→ ACTIVITY: Only the lines below starting at the one containing "fit_joint(r, t, row, names, n);" and ending at the one containing "r->fitted = fitted + !anyfail;" belong in the answer, each copied exactly.
Segment Start: PROVIDED MATERIAL
/* Fit one spectrum jointly over the doublets names[0..n): the first that
 * the spectrum covers leads (its settings, systems and window), the
 * first pass finds the components in the strongest, the rows come per
 * doublet in the order given. */
static void fit_joint(run *r, const dt_target_spec *t, long row,
                      char names[DT_JOINT_MAX_SPECIES][16], size_t n) {
  const config *c = r->cfg;
  dt_err e;
  dt_err_clear(&e);
  double vsys = c->have_vsys ? c->vsys : (t->has_vsys ? t->vsys : 0.0);
  int lsf_constant = 1;
  r->lsf_label = NULL;
  r->lsf_fwhm = 0;
  dt_read_opts ro = c->ropts;
  ro.row = row;
  if (t->air) ro.air = 1;
  if (t->has_pos) ro.has_pos = 1, ro.ra = t->ra, ro.dec = t->dec;
  if (t->frame != DT_FRAME_UNSET) ro.in_frame = t->frame;
  dt_spectrum *s = NULL;
  int st = dt_spectrum_read(t->path, &ro, &s, &e);
  /* the lead: the first known doublet the spectrum covers */
  size_t lead = n;
  dt_err first_e;
  dt_err_clear(&first_e);
  for (size_t q = 0; st == DT_OK && q < n && lead == n; q++) {
    const dt_doublet *d = dt_atomic_find(r->atomic, names[q]);
    dt_err ce;
    if (!d) dt_err_set(&ce, DT_ENOTFOUND, NULL, "unknown doublet '%s'", names[q]);
    else if (check_coverage(s, d, vsys, &ce) == DT_OK) lead = q;
    if (q == 0 && lead != 0) first_e = ce;
  }
  if (st == DT_OK && lead == n)
    st = dt_err_set(&e, DT_ERANGE, NULL, "none of the doublets is covered (%s: %s)", names[0],
                    first_e.what);
  const dt_doublet *d = st == DT_OK ? dt_atomic_find(r->atomic, names[lead]) : NULL;
  dt_judgement j;
  dt_judgement_init(&j);
  if (st == DT_OK) {
    st = setup_judgement(c, t, s, d, vsys, &j, &lsf_constant, &r->lsf_label, &e);
    /* the lead doublet's width at its stronger line (lsf_fwhm_kms) */
    r->lsf_fwhm = j.resolution > 0 ? DT_C_KMS / j.resolution : j.fwhm_kms;
  }
  if (st == DT_OK) st = check_window(c, t, &j, s, &e);
  dt_system_set set;
  memset(&set, 0, sizeof set);
  if (st == DT_OK) st = setup_systems(c, t, s, d, &j, &set, &e);
  dt_joint_analysis *ja = NULL;
  dt_joint_out *o = NULL;
  size_t strongest = 0;
  const char *linked[DT_JOINT_MAX_SPECIES];
  size_t nl = 0;
  for (size_t q = 0; q < n; q++)
    if (q != lead) linked[nl++] = names[q];
  if (st == DT_OK) {
    ja = dt_joint_analysis_alloc(s, r->atomic);
    o = malloc(sizeof *o);
    if (!ja || !o) st = dt_err_set(&e, DT_ENOMEM, NULL, "out of memory");
  }
  if (st == DT_OK) {
    dt_joint_opts jo;
    dt_joint_opts_init(&jo);
    jo.an.limit_nsigma = c->limit_nsigma;
    jo.an.limit_b = c->limit_b;
    jo.an.cog = r->cog;
    jo.an.covariance_only = c->cov_only;
    if (c->hyperfine || t->hyperfine) jo.an.hyperfine = r->hfs;
    j.hyperfine = c->hyperfine || t->hyperfine;
    jo.an.lsf_constant = lsf_constant;
    /* each doublet's own resolution (--resolution NaI:4800,CaII:3600, the
     * list's R=, the file's widths at its lines) */
    for (size_t q = 0; q < n && jo.nres < DT_JOINT_MAX_SPECIES; q++) {
      const dt_doublet *dq = dt_atomic_find(r->atomic, names[q]);
      dt_judgement *rj = malloc(sizeof *rj);
      int cq;
      const char *lq;
      dt_err eq;
      if (dq && rj) {
        *rj = j;
        if (pick_resolution(c, t, s, dq, rj, &cq, &lq, &eq) == DT_OK) {
          snprintf(jo.res[jo.nres].doublet, sizeof jo.res[0].doublet, "%s", dq->name);
          jo.res[jo.nres].resolution = rj->resolution;
          jo.res[jo.nres].fwhm_kms = rj->fwhm_kms;
          jo.nres++;
        }
      }
      free(rj);
    }
    dt_joint_analysis_set_opts(ja, &jo);
    dt_autofit_opts fo;
    dt_autofit_opts_init(&fo);
    fo.ncomp = c->ncomp;
    fo.nseed = c->nseed;
    for (size_t k = 0; k < c->nseed; k++) fo.seed_v[k] = c->seed_v[k];
    st = dt_joint_autofit_run(ja, &j, linked, nl, c->btie, &fo, 1, o, &strongest, &e);
  }
  long shown_row = s ? s->row : row;
  if (st == DT_OK || st == DT_ENOCONV) {
    char why[200], fitted[120] = "";
    for (size_t i = 0; i < o->nspec; i++)
      if (o->sp[i].fit_index >= 0) {
        size_t len = strlen(fitted);
        snprintf(fitted + len, sizeof fitted - len, "%s%s", len ? "+" : "", o->sp[i].d->name);
      }
    snprintf(why, sizeof why, "joint fit of %s (b %s); components from %s", fitted,
             dt_joint_btie_name(c->btie),
             o->sp[strongest].d ? o->sp[strongest].d->name : o->sp[strongest].doublet);
    if (set.mw_joined) r->mw_joined++;
    /* rows in the order the doublets were given (o->sp: the lead first) */
    for (size_t q = 0; q < n; q++) {
      size_t i = 0;
      if (q != lead) /* as given to the analysis (which skips a name given twice) */
        for (i = 1; i < o->nspec && strcmp(o->sp[i].doublet, names[q]); i++) {}
      if (i >= o->nspec) continue;
      const dt_joint_species_out *so = &o->sp[i];
      if (so->status == DT_OK && so->fit_index >= 0)
        write_joint_species(r, t, s, shown_row, &j, o, i, st, &set, why);
      else
        write_joint_missing(r, t, s, shown_row, so->d ? so->d->name : names[q], vsys, &so->why);
    }
    r->fitted++;
    if (st == DT_ENOCONV) r->noconv++;
  } else {
    report(r, t->path, shown_row, &e);
    for (size_t q = 0; q < n; q++) {
      const dt_doublet *dq = dt_atomic_find(r->atomic, names[q]);
      write_failed(r, t, s, shown_row, dq ? dq->name : names[q], vsys, &e);
    }
    r->failed++;
  }
  free(o);
  dt_joint_analysis_free(ja);
  dt_spectrum_free(s);
}

/* Fit one spectrum: jointly, or each doublet on its own. */
static void fit_one(run *r, const dt_target_spec *t, long row) {
  const config *c = r->cfg;
  char names[DT_JOINT_MAX_SPECIES][16];
  dt_err e;
  dt_err_clear(&e);
  size_t n = doublet_names(c, t, names, &e);
  if (n == 0) {
    report(r, t->path, row, &e);
    write_failed(r, t, NULL, row, t->doublet, c->have_vsys ? c->vsys : t->vsys, &e);
    r->failed++;
    return;
  }
  if (c->joint) {
    fit_joint(r, t, row, names, n);
    return;
  }
  /* counted once per spectrum: fitted when every doublet was, failed
   * when any failed */
  long fitted = r->fitted, failed = r->failed, noconv = r->noconv, mw = r->mw_joined;
  for (size_t q = 0; q < n; q++) fit_one_doublet(r, t, row, names[q]);
  if (n > 1) {
    int anyfail = r->failed > failed;
    r->failed = failed + anyfail;
    r->fitted = fitted + !anyfail;
    r->noconv = noconv + (r->noconv > noconv);
    r->mw_joined = mw + (r->mw_joined > mw);
  }
}

/* One input: every row of a multi-row table (or --row), else the spectrum. */
static void fit_input(run *r, const dt_target_spec *t) {
  const config *c = r->cfg;
  long row = c->row > 0 ? c->row : t->row;
  if (row > 0) {
    fit_one(r, t, row);
    return;
  }
  long count = 1;
  dt_err e;
  if (dt_spectrum_count(t->path, &c->ropts, &count, &e) != DT_OK) {
    const char *dname = c->doublet ? c->doublet : (t->doublet[0] ? t->doublet : "NaI");
    double vsys = c->have_vsys ? c->vsys : (t->has_vsys ? t->vsys : 0.0);
    report(r, t->path, 0, &e);
    write_failed(r, t, NULL, 0, dname, vsys, &e);
    r->failed++;
    return;
  }
  if (count <= 1) {
    fit_one(r, t, 0);
    return;
  }
  for (long k = 1; k <= count; k++) fit_one(r, t, k);
}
Segment End: PROVIDED MATERIAL
→ SOLUTION:
    fit_joint(r, t, row, names, n);
    return;
  }
  /* counted once per spectrum: fitted when every doublet was, failed
   * when any failed */
  long fitted = r->fitted, failed = r->failed, noconv = r->noconv, mw = r->mw_joined;
  for (size_t q = 0; q < n; q++) fit_one_doublet(r, t, row, names[q]);
  if (n > 1) {
    int anyfail = r->failed > failed;
    r->failed = failed + anyfail;
    r->fitted = fitted + !anyfail;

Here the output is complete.